Your goal
Every line of the entries below from the one containing "Rp = np.ascontiguousarray((Rbar[cc]" to the one containing "cell_ll = (math.log(EXTENDED_PRIOR)", both ends included, must be written out exactly. No other line belongs in the answer.

□ □ □ □

def extended_scan(motion: Any, gate: Any, leaf: Any, pm: Any, pP: Any, tmiss: Any, pd: Any, slot_ext: Any, z: Any, R: Any, tj: Any, ids: Any,
                  std_pairs: Any, slot_bern: Any) -> ExtendedScan:
    """Extended pairs, cells and their new-vessel terms for one scan (see the module note).

    ``leaf`` is ``(mm, mP, mu, t_leaf)`` per slot; ``pm, pP, tmiss`` the
    predictions to the scan time; ``pd`` the detection probability per slot
    (already lowered by the no-plot probability for extended slots);
    ``slot_ext`` the predicted extent per extended slot ``{slot: (α, β, v, V)}``
    with ``V`` a 2x2 array; ``std_pairs`` the point path's gated pairs;
    ``slot_bern`` the Bernoulli of each slot (cells are guided by Bernoulli,
    so that two hypotheses of one vessel do not split its plots).
    """
    mm, mP, mu, t_leaf = leaf
    n, m = pm.shape[0], z.shape[0]
    a0, b0, v0, V0 = prior_extent(n)
    is_ext = np.zeros(n, bool)
    for s, (a, b, v, V) in slot_ext.items():
        a0[s], b0[s], v0[s], V0[s] = a, b, v, V
        is_ext[s] = True
    X = iw_mean(v0, V0)
    lam = np.linalg.eigvalsh(X)[:, 1]
    out_pairs = std_pairs
    new_ii: list[IntArray] = []
    new_cell: list[IntArray] = []
    extra = []
    # extended hypotheses against single plots
    act_e = np.flatnonzero(is_ext & (pd > 0))
    if act_e.size and m:
        Rb = R + RHO * float(lam[act_e].max()) * np.eye(2)
        ii, jj = gate_candidates(act_e, mm, mP, t_leaf, motion.q_max, z, Rb, tj, float(gate),
                                 MIN_STEP_S)
        if ii.size:
            Rp = np.ascontiguousarray(R[jj] + RHO * X[ii])
            res = motion.gate_update(mm, mP, mu, t_leaf, ii, np.arange(ii.size), tj[jj],
                                     np.ascontiguousarray(z[jj]), Rp, gate, MIN_STEP_S)
            k = res[0]
            extra.append((ii[k], jj[k], np.ones(k.size), z[jj[k]], np.zeros((k.size, 2, 2)),
                          R[jj[k]], res))
    # the plot each slot gates best with (prediction-guided cells and splitting)
    best = np.full(m, -1, np.int64)
    score = np.full(m, -np.inf)
    for ii_, jj_, ll_ in [_one_plot_each(std_pairs, established(pP) & ~is_ext)] + [
            (e[0], e[1], e[6][1]) for e in extra]:
        for i, j, ll in zip(ii_.tolist(), jj_.tolist(), ll_.tolist(), strict=True):
            if ll > score[j]:
                score[j], best[j] = ll, slot_bern[i]
    _, best = np.unique(best, return_inverse=True)  # compact labels, -1 stays the smallest
    best = best.astype(np.int64) - (1 if (score == -np.inf).any() else 0)
    book = CellBook(m)
    parts = scan_partitions(z, best, book)
    nc = len(book.cells)
    zbar = np.zeros((nc, 2))
    Zc = np.zeros((nc, 2, 2))
    Rbar = np.zeros((nc, 2, 2))
    tbar = np.zeros(nc)
    cnt = np.zeros(nc)
    cid = np.zeros(nc, np.int64)
    for c, plots in enumerate(book.cells):
        p = list(plots)
        zbar[c] = z[p].mean(axis=0)
        d = z[p] - zbar[c]
        Zc[c] = d.T @ d
        Rbar[c] = R[p].mean(axis=0)
        tbar[c] = tj[p].mean()
        cnt[c] = len(p)
        cid[c] = ids[p[0]]
    # an established point-like vessel never takes a multi-plot cell; a young one may turn out
    # to be extended (its first plots came one per scan)
    act = np.flatnonzero((is_ext | ~established(pP)) & (pd > 0))
    if nc and act.size:
        Rb = (Rbar + RHO * float(lam[act].max()) * np.eye(2)) / cnt[:, None, None]
        ii, cc = gate_candidates(act, mm, mP, t_leaf, motion.q_max, zbar, Rb, tbar,
                                 float(gate), MIN_STEP_S)
        if ii.size:
            Rp = np.ascontiguousarray((Rbar[cc] + RHO * X[ii]) / cnt[cc, None, None])
            res = motion.gate_update(mm, mP, mu, t_leaf, ii, np.arange(ii.size), tbar[cc],
                                     np.ascontiguousarray(zbar[cc]), Rp, gate, MIN_STEP_S)
            k = res[0]
            c = cc[k]
            extra.append((ii[k], m + c, cnt[c], zbar[c], Zc[c], Rbar[c], res))
    pair_ext: dict[int, Ext] = {}
    n_ext = 0
    for ii_, aug, nn, zz, ZZ, RR, res in extra:
        if not ii_.size:
            continue
        _, ll, stamp, m_upd, P_upd, um, uP, post = res
        Y = RHO * X[ii_] + RR
        S = pP[ii_][:, [0, 2]][:, :, [0, 2]] + Y / nn[:, None, None]
        dtp = (stamp - tmiss[ii_])[:, None]
        eps = zz - (pm[ii_][:, [0, 2]] + dtp * pm[ii_][:, [1, 3]])
        lc = count_log_pmf(nn, a0[ii_], b0[ii_]) - np.log1p(-np.exp(log_no_plot(a0[ii_], b0[ii_])))
        lc = np.where(is_ext[ii_], lc, lc + math.log(EXTENDED_PRIOR))
        ll_tot = ll + lc + scatter_log_lik(nn, ZZ, Y)
        a2, b2, v2, V2 = update_extent(a0[ii_], b0[ii_], v0[ii_], V0[ii_], nn, eps, S, ZZ, Y)
        e2 = ext_tuples(a2, b2, v2, rotate_with_course(V2, pm[ii_], m_upd))
        base = out_pairs[0].size
        pair_ext.update(zip(range(base, base + ii_.size), e2, strict=True))
        out_pairs = _concat(out_pairs, (ii_, aug, ll_tot, stamp, m_upd, P_upd, um, uP, post))
        new_ii.append(ii_)
        new_cell.append(aug)
        n_ext += ii_.size
    # new vessels from the multi-plot cells
    born_ext: dict[int, Ext] = {}
    cell_ll = np.zeros(nc)
    Rinit = np.zeros((nc, 2, 2))
    if nc:
        pa, pb, pv, pV = prior_extent(nc)
        Y0 = RHO * iw_mean(pv, pV) + Rbar
        cell_ll = (math.log(EXTENDED_PRIOR) + count_log_pmf(cnt, pa, pb)
                   + scatter_log_lik(cnt, Zc, Y0) + np.where(cnt < 3, math.log(PAIR_BIRTH), 0.0))
        ea, eb, ev, eV = update_extent(pa, pb, pv, pV, cnt, np.zeros((nc, 2)),
                                       np.broadcast_to(np.eye(2), (nc, 2, 2)).copy(), Zc, Y0)
        Rinit = (RHO * iw_mean(ev, eV) + Rbar) / cnt[:, None, None]
        born_ext = dict(zip(range(m, m + nc), ext_tuples(ea, eb, ev, eV), strict=True))
    return ExtendedScan(
        pairs=out_pairs, z=np.vstack([z, zbar]), R=np.concatenate([R, Rinit]),
        tj=np.concatenate([tj, tbar]), ids=np.concatenate([ids, cid]), book=book,
        partitions=parts, pair_ext=pair_ext, born_ext=born_ext, cell_ln_lik=cell_ll,
        ext_pairs=n_ext)


#: A new vessel cannot start inside a known hull: the undetected density is taken as 0
#: where ``(z - p)ᵀ (X̂ + P)⁻¹ (z - p)`` is below this (1.5 times the hull ellipse).
HULL_EXCLUSION = 1.5**2
#: Radius of a hull's circle, in half-lengths.
HULL_CIRCLE = 1.2


def _hulls(slot_ext: dict, pP: Array  # type: ignore[type-arg]
           ) -> tuple[IntArray, Array, Array, Array, Array]:
    """``(slots, v, X̂, λ_max(X̂), P_pos)`` of the extended slots, as arrays (closed-form 2x2)."""
    slots = np.fromiter(slot_ext, np.int64, len(slot_ext))
    v = np.array([float(e[2]) for e in slot_ext.values()])
    X = np.array([e[3] for e in slot_ext.values()], float).reshape(-1, 2, 2) / (v - 3.0)[:, None, None]
    lam = 0.5 * (X[:, 0, 0] + X[:, 1, 1]) + np.hypot(0.5 * (X[:, 0, 0] - X[:, 1, 1]), X[:, 0, 1])
    return slots, v, X, lam, pP[slots][:, [0, 2]][:, :, [0, 2]]


def _inside(z: Array, pm: Array, hulls: tuple[IntArray, Array, Array, Array, Array],
            circle: NDArray[np.bool_] | None) -> NDArray[np.bool_]:
    """``(slots, k)``: position ``k`` inside slot's predicted hull (see :func:`inside_hulls`)."""
    slots, _, X, lam, Pp = hulls
    d = z[None, :, :] - pm[slots][:, [0, 2]][:, None, :]
    hit = np.einsum("ski,sij,skj->sk", d, inv2(X + Pp), d) < HULL_EXCLUSION
    if circle is not None:
        r2 = HULL_CIRCLE**2 * lam + Pp[:, 0, 0] + Pp[:, 1, 1]
        hit = np.where(circle[None, :], np.einsum("ski,ski->sk", d, d) < r2[:, None], hit)
    return hit


def inside_hulls(z: Array, pm: Array, pP: Array, slot_ext: dict,  # type: ignore[type-arg]
                 circle: NDArray[np.bool_] | None = None) -> NDArray[np.bool_]:
    """Positions ``z (k, 2)`` inside the predicted hull of some extended slot (see above).

    Where ``circle`` is set the test is the hull's circle instead, of radius
    :data:`HULL_CIRCLE` half-lengths (a new extended vessel, or a shorter one's
    cell, cannot lie across a longer hull whatever the hull's heading).
    All slots at once (arrays of slots x positions).
    """
    if not slot_ext:
        return np.zeros(z.shape[0], bool)
    return np.asarray(_inside(z, pm, _hulls(slot_ext, pP), circle).any(axis=0), bool)


#: A point-like track is established once its velocity sd (m/s) is below this.
ESTABLISHED_SPEED_SD = 1.0


def established(pP: Array) -> NDArray[np.bool_]:
    """Tracks whose velocity is known to :data:`ESTABLISHED_SPEED_SD` (not new any more)."""
    return 0.5 * (pP[:, 1, 1] + pP[:, 3, 3]) < ESTABLISHED_SPEED_SD**2


def cells_over_vessels(ext: ExtendedScan, pm: Array, slots: IntArray) -> NDArray[np.bool_]:
    """Multi-plot cells whose new hull would cover the predicted position of one of ``slots``.

    Two vessels cannot share a place, so such a cell cannot start a new
    vessel (two small craft side by side are not one large one).
    """
    m = ext.z.shape[0] - len(ext.book.cells)
    out = np.zeros(len(ext.book.cells), bool)
    if not slots.size or not out.size:
        return out
    a, b, v, V = ext_arrays([ext.born_ext[m + c] for c in range(out.size)])
    Xi = inv2(iw_mean(v, V))
    d = pm[slots][:, [0, 2]][None, :, :] - ext.z[m:][:, None, :]
    q = np.einsum("cki,cij,ckj->ck", d, Xi, d)
    return (q < 1.0).any(axis=1)


#: Log-weight given to a vessel taking plots inside the hull of a longer vessel.
OVERLAP_LOG_PENALTY = -30.0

□ □ □ □

Task answer
            Rp = np.ascontiguousarray((Rbar[cc] + RHO * X[ii]) / cnt[cc, None, None])
            res = motion.gate_update(mm, mP, mu, t_leaf, ii, np.arange(ii.size), tbar[cc],
                                     np.ascontiguousarray(zbar[cc]), Rp, gate, MIN_STEP_S)
            k = res[0]
            c = cc[k]
            extra.append((ii[k], m + c, cnt[c], zbar[c], Zc[c], Rbar[c], res))
    pair_ext: dict[int, Ext] = {}
    n_ext = 0
    for ii_, aug, nn, zz, ZZ, RR, res in extra:
        if not ii_.size:
            continue
        _, ll, stamp, m_upd, P_upd, um, uP, post = res
        Y = RHO * X[ii_] + RR
        S = pP[ii_][:, [0, 2]][:, :, [0, 2]] + Y / nn[:, None, None]
        dtp = (stamp - tmiss[ii_])[:, None]
        eps = zz - (pm[ii_][:, [0, 2]] + dtp * pm[ii_][:, [1, 3]])
        lc = count_log_pmf(nn, a0[ii_], b0[ii_]) - np.log1p(-np.exp(log_no_plot(a0[ii_], b0[ii_])))
        lc = np.where(is_ext[ii_], lc, lc + math.log(EXTENDED_PRIOR))
        ll_tot = ll + lc + scatter_log_lik(nn, ZZ, Y)
        a2, b2, v2, V2 = update_extent(a0[ii_], b0[ii_], v0[ii_], V0[ii_], nn, eps, S, ZZ, Y)
        e2 = ext_tuples(a2, b2, v2, rotate_with_course(V2, pm[ii_], m_upd))
        base = out_pairs[0].size
        pair_ext.update(zip(range(base, base + ii_.size), e2, strict=True))
        out_pairs = _concat(out_pairs, (ii_, aug, ll_tot, stamp, m_upd, P_upd, um, uP, post))
        new_ii.append(ii_)
        new_cell.append(aug)
        n_ext += ii_.size
    # new vessels from the multi-plot cells
    born_ext: dict[int, Ext] = {}
    cell_ll = np.zeros(nc)
    Rinit = np.zeros((nc, 2, 2))
    if nc:
        pa, pb, pv, pV = prior_extent(nc)
        Y0 = RHO * iw_mean(pv, pV) + Rbar
        cell_ll = (math.log(EXTENDED_PRIOR) + count_log_pmf(cnt, pa, pb)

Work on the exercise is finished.